Using Process Principles as An Introduction to Process Technology
Ronald W. Rousseau, School of Chemical & Biomolecular Engineering, Georgia Institute of Technology, 311 Ferst Drive, Atlanta, GA 30332-0100
The first course in a discipline is an eye-opener for new students: an initial interaction with concepts and core technologies, meeting faculty members with whom they may have continuing interactions, and an introduction to a unique language and perspective of the world they are entering. In chemical engineering (or chemical and bioX engineering) this comes together in what traditionally has been called Chemical Process Principles, Mass and Energy Balances, or simply Stoichiometry. However, development of a skill-based culture in which rigorous attention is given to quantitative analysis and the synthesis of processes based on a relatively small number of concepts is an essential, yet almost unacknowledged, feature of this course.

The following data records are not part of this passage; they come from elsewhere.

// @vitest-environment jsdom
import { QueryClient, QueryClientProvider } from '@tanstack/react-query';
import { cleanup, render, screen, waitFor, within } from '@testing-library/react';
import userEvent from '@testing-library/user-event';
import { MemoryRouter } from 'react-router-dom';
import { afterEach, beforeEach, describe, expect, it, vi } from 'vitest';
import { CribDesk } from '../../../src/features/crib/crib-desk';
import { liveKey } from '../../../src/lib/live';
import { withRecords, type LiveState } from '../../../src/lib/live-state';
import { setServerTime } from '../../../src/lib/server-clock';
import { SESSION_KEY } from '../../../src/lib/session-key';
import {
  briefingRecord,
  checkoutRecord,
  installationRecord,
  liveOf,
  NOW,
  personRecord,
  signOffRecord,
  stationRecord,
  stopRecord,
  toolRecord,
} from '../board/fixtures';
import { errorsShown, fakeServer, refused } from '../planning/client';

beforeEach(() => setServerTime(NOW, 1));
afterEach(() => {
  cleanup();
  vi.unstubAllGlobals();
});

const LENT = { data: { checkoutId: 'c9', backBy: NOW + 3_600_000, limits: [] } };
const gun = (id: string, number: string) => toolRecord({ id, number });

const hall = (): LiveState =>
  liveOf({
    installation: [installationRecord({})],
    people: [
      personRecord({ id: 'kofi', number: 12 }),
      personRecord({ id: 'nils', name: 'Nils H', number: 13 }),
      personRecord({ id: 'gone', name: 'Edda S', number: 14, onSite: false }),
    ],
    stations: [stationRecord({ id: 'glue', name: 'glue' })],
    briefings: [briefingRecord({})],
    signOffs: [signOffRecord({ personId: 'kofi' })],
    tools: [
      gun('t1', 'G-01'),
      gun('t2', 'G-02'),
      gun('t3', 'G-03'),
      toolRecord({
        id: 'n1',
        number: 'N-01',
        name: 'dowel nippers',
        kind: 'nippers',
        hazard: null,
        traits: {},
      }),
    ],
    checkouts: [
      checkoutRecord({ id: 'c2', toolId: 't2', personId: 'nils', backBy: NOW - 17 * 60_000 }),
      checkoutRecord({ id: 'c3', toolId: 't3', personId: 'kofi', backBy: NOW + 60 * 60_000 }),
    ],
  });

function show(live = hall(), duties = ['crib keeper'], confirmed = true) {
  const client = new QueryClient({ defaultOptions: { queries: { staleTime: Infinity, retry: false } } });
  client.setQueryData(liveKey('i1'), live);
  client.setQueryData(SESSION_KEY, {
    csrfToken: 'x',
    now: NOW,
    clockRate: 1,
    demo: false,
    principal: {
      kind: 'person',
      personId: 'cleo',
      installations: [
        { installationId: 'i1', name: 'Hall', status: 'published', personId: 'cleo', duties, confirmed },
      ],
    },
  });
  render(
    <QueryClientProvider client={client}>
      <MemoryRouter>
        <CribDesk installationId="i1" />
      </MemoryRouter>
    </QueryClientProvider>,
  );
}

const personField = () => screen.getByLabelText<HTMLInputElement>('1 scan the person');
const toolField = () => screen.getByLabelText<HTMLInputElement>('2 scan the tool');

describe('a scan in the wrong field', () => {
  it('LendDesk > the tool scanned first > it moves to its field, then the person’s link lends it', async () => {
    const user = userEvent.setup();
    const sent = fakeServer(LENT);
    show();
    await user.keyboard('g01{Enter}');
    expect([personField().value, toolField().value]).toEqual(['', 'G-01']);
    expect(document.activeElement).toBe(personField());
    expect(sent).toEqual([]);
    await user.keyboard('https://hall.example/p/12{Enter}');
    await waitFor(() =>
      expect(sent).toMatchObject([
        {
          path: '/installations/i1/tools/t1/lend',
          body: { personId: 'kofi', stationId: null, minutes: 60 },
        },
      ]),
    );
  });

  it('LendDesk > the next person scanned where a tool is awaited > they are the person, the tool is awaited still', async () => {
    const user = userEvent.setup();
    const sent = fakeServer();
    show();
    await user.keyboard('13{Enter}12{Enter}');
    expect([personField().value, toolField().value]).toEqual(['12', '']);
    expect(screen.getByText('Kofi A', { selector: '.lend-name' })).toBeTruthy();
    expect(document.activeElement).toBe(toolField());
    expect(sent).toEqual([]);
  });

  it('LendDesk > refused, then the next scans typed on > the first scan writes over the refused tool', async () => {
    const user = userEvent.setup();
    const sent = fakeServer(LENT);
    show();
    await user.keyboard('13{Enter}G-01{Enter}');
    expect(screen.getByRole('alert').textContent).toContain('Nils H has no valid hot glue sign-off.');
    await user.keyboard('12{Enter}');
    expect(screen.queryByRole('alert')).toBeNull();
    expect(sent).toEqual([]);
    await user.keyboard('G-01{Enter}');
    await waitFor(() => expect(sent).toMatchObject([{ body: { personId: 'kofi' } }]));
  });

  it('LendDesk > another person typed after a refusal > the refused tool does not go out with them unasked', async () => {
    const user = userEvent.setup();
    const sent = fakeServer();
    show();
    await user.keyboard('13{Enter}G-01{Enter}');
    await user.clear(personField());
    await user.keyboard('12{Enter}');
    expect(toolField().value).toBe('');
    expect(document.activeElement).toBe(toolField());
    expect(sent).toEqual([]);
  });
});

describe('lending', () => {
  it('LendDesk > to a station for half an hour > sent so, and the next one goes along with its person again', async () => {
    const user = userEvent.setup();
    const sent = fakeServer(LENT);
    show();
    await user.click(within(screen.getByRole('group', { name: 'Back by' })).getByText('30 min'));
    await user.selectOptions(screen.getByLabelText('where it goes'), 'glue');
    await user.click(personField());
    await user.keyboard('12{Enter}G-01{Enter}');
    await waitFor(() => expect(screen.getByText(/G-01 is out with Kofi A, back by 15:07/)).toBeTruthy());
    expect(sent).toMatchObject([{ body: { personId: 'kofi', stationId: 'glue', minutes: 30 } }]);
    expect(screen.getByLabelText<HTMLSelectElement>('where it goes').value).toBe('');
    expect(document.activeElement).toBe(personField());
  });

  it('LendDesk > out already, signed out for today, under a stop > each refused on the spot with its words', async () => {
    const user = userEvent.setup();
    const sent = fakeServer();
    show(withRecords(hall(), { stops: [stopRecord({ scope: 'hot-tools' })] }));
    const tell = async (person: string, tool: string) => {
      await user.clear(personField());
      await user.keyboard(`${person}{Enter}${tool}{Enter}`);
      return screen.getByRole('alert').textContent;
    };
    expect(await tell('12', 'G-02')).toContain('Nils H has had it since 13:37. It is 17 min over its 13:50.');
    expect(await tell('14', 'N-01')).toContain('Edda S is signed out for today.');
    expect(await tell('12', 'G-01')).toContain('A stop covers G-01 hot-glue gun.');
    expect(sent).toEqual([]);
  });

  it('LendDesk > no network > what was scanned stays, and sent again it carries the same key', async () => {
    const user = userEvent.setup();
    const sent = fakeServer('no network', LENT);
    show();
    await user.keyboard('12{Enter}N-01{Enter}');
    await screen.findByText('There is no network, or the server does not answer.');
    expect([personField().value, toolField().value]).toEqual(['12', 'N-01']);
    await user.click(screen.getByRole('button', { name: 'Out with Kofi A' }));
    await screen.findByText(/N-01 is out with Kofi A/);
    expect(sent).toHaveLength(2);
    expect(sent[1]?.key).toBe(sent[0]?.key);
  });

  it('CribDesk > a keeper whom the desk has not confirmed > told so in place of the lending', () => {
    fakeServer();
    show(hall(), ['crib keeper'], false);
    expect(screen.getByText('The muster desk has not confirmed you yet.')).toBeTruthy();
    expect(screen.queryByLabelText('1 scan the person')).toBeNull();
    expect(screen.getByRole('button', { name: 'Take back a tool' })).toBeTruthy();
  });
});

describe('taking back', () => {
  it('TakeBackPanel > during a stop, unsafe, with a reason > back and tagged, ready for the next scan', async () => {
    const user = userEvent.setup();
    const sent = fakeServer({ data: { checkoutId: 'c2' } });
    show(withRecords(hall(), { stops: [stopRecord({ scope: 'everything' })] }));
    await user.click(screen.getByRole('button', { name: 'Take back a tool' }));
    await user.keyboard('g2{Tab}tip bent{Tab} {Tab}Cable scorched.');
    await user.click(screen.getByRole('button', { name: 'Back' }));
    const note = (await screen.findByText('G-02 hot-glue gun is back from Nils H.')).closest('.note');
    expect(note?.textContent).toContain('It was 17 min over.');
    expect(note?.textContent).toContain('It is tagged out of use.');
    expect(sent).toMatchObject([
      {
        path: '/installations/i1/tools/t2/take-back',
        body: { condition: 'tip bent', tagReason: 'Cable scorched.' },
      },
    ]);
    const field = screen.getByLabelText<HTMLInputElement>('scan the tool that comes back');
    expect([field.value, document.activeElement]).toEqual(['', field]);
  });

  it('TakeBackPanel > tagged without a reason > the words beside the field, what was typed stays', async () => {
    const user = userEvent.setup();
    const words = 'Say what is wrong with it.';
    fakeServer(refused('VALIDATION', words, [{ path: 'tagReason', message: words }]));
    show();
    await user.click(screen.getByRole('button', { name: 'Take back a tool' }));
    await user.keyboard('G-02{Tab}tip bent{Tab} ');
    await user.click(screen.getByRole('button', { name: 'Back' }));
    await waitFor(() => expect(errorsShown()).toEqual([words]));
    expect(screen.getByLabelText<HTMLInputElement>('scan the tool that comes back').value).toBe('G-02');
    expect(screen.getByLabelText<HTMLInputElement>('condition, may stay empty').value).toBe('tip bent');
  });
});

describe('who has what', () => {
  it('CribDesk > one late, one in time > the sooner due first, the late one said with how much, for each person too', async () => {
    const user = userEvent.setup();
    fakeServer();
    show();
    const rows = within(screen.getByRole('table', { name: 'Tools that are out' })).getAllByRole('row');
    expect(rows.slice(1).map((row) => row.querySelector('th')?.textContent)).toEqual(['G-02', 'G-03']);
    expect(rows[1]?.textContent).toContain('17 min over');
    expect(screen.getByRole('img', { name: 'out since 13:37, should have been back by 13:50' })).toBeTruthy();
    const each = within(screen.getByRole('region', { name: 'What each has' }));
    expect(each.getByText('G-02 late')).toBeTruthy();
    await user.type(each.getByLabelText('name or number'), 'kof');
    expect(each.queryByText('G-02 late')).toBeNull();
    expect(each.getByText('Kofi A, 12')).toBeTruthy();
  });
});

These features were among the philosophical bases for the authors of the text Elementary Principles of Chemical Processes (R. M. Felder and R. W. Rousseau, Wiley, 3rd ed., New York, 2000.) and led to their emphasis of real chemical species in their examples and problem sets. It also was the rationale for including case studies in which students were presented descriptions of functioning chemical processes, and then led through those processes with series of problems that increased in depth and complexity. The importance of these issues in planning and teaching this essential course will be illustrated in the planned presentation.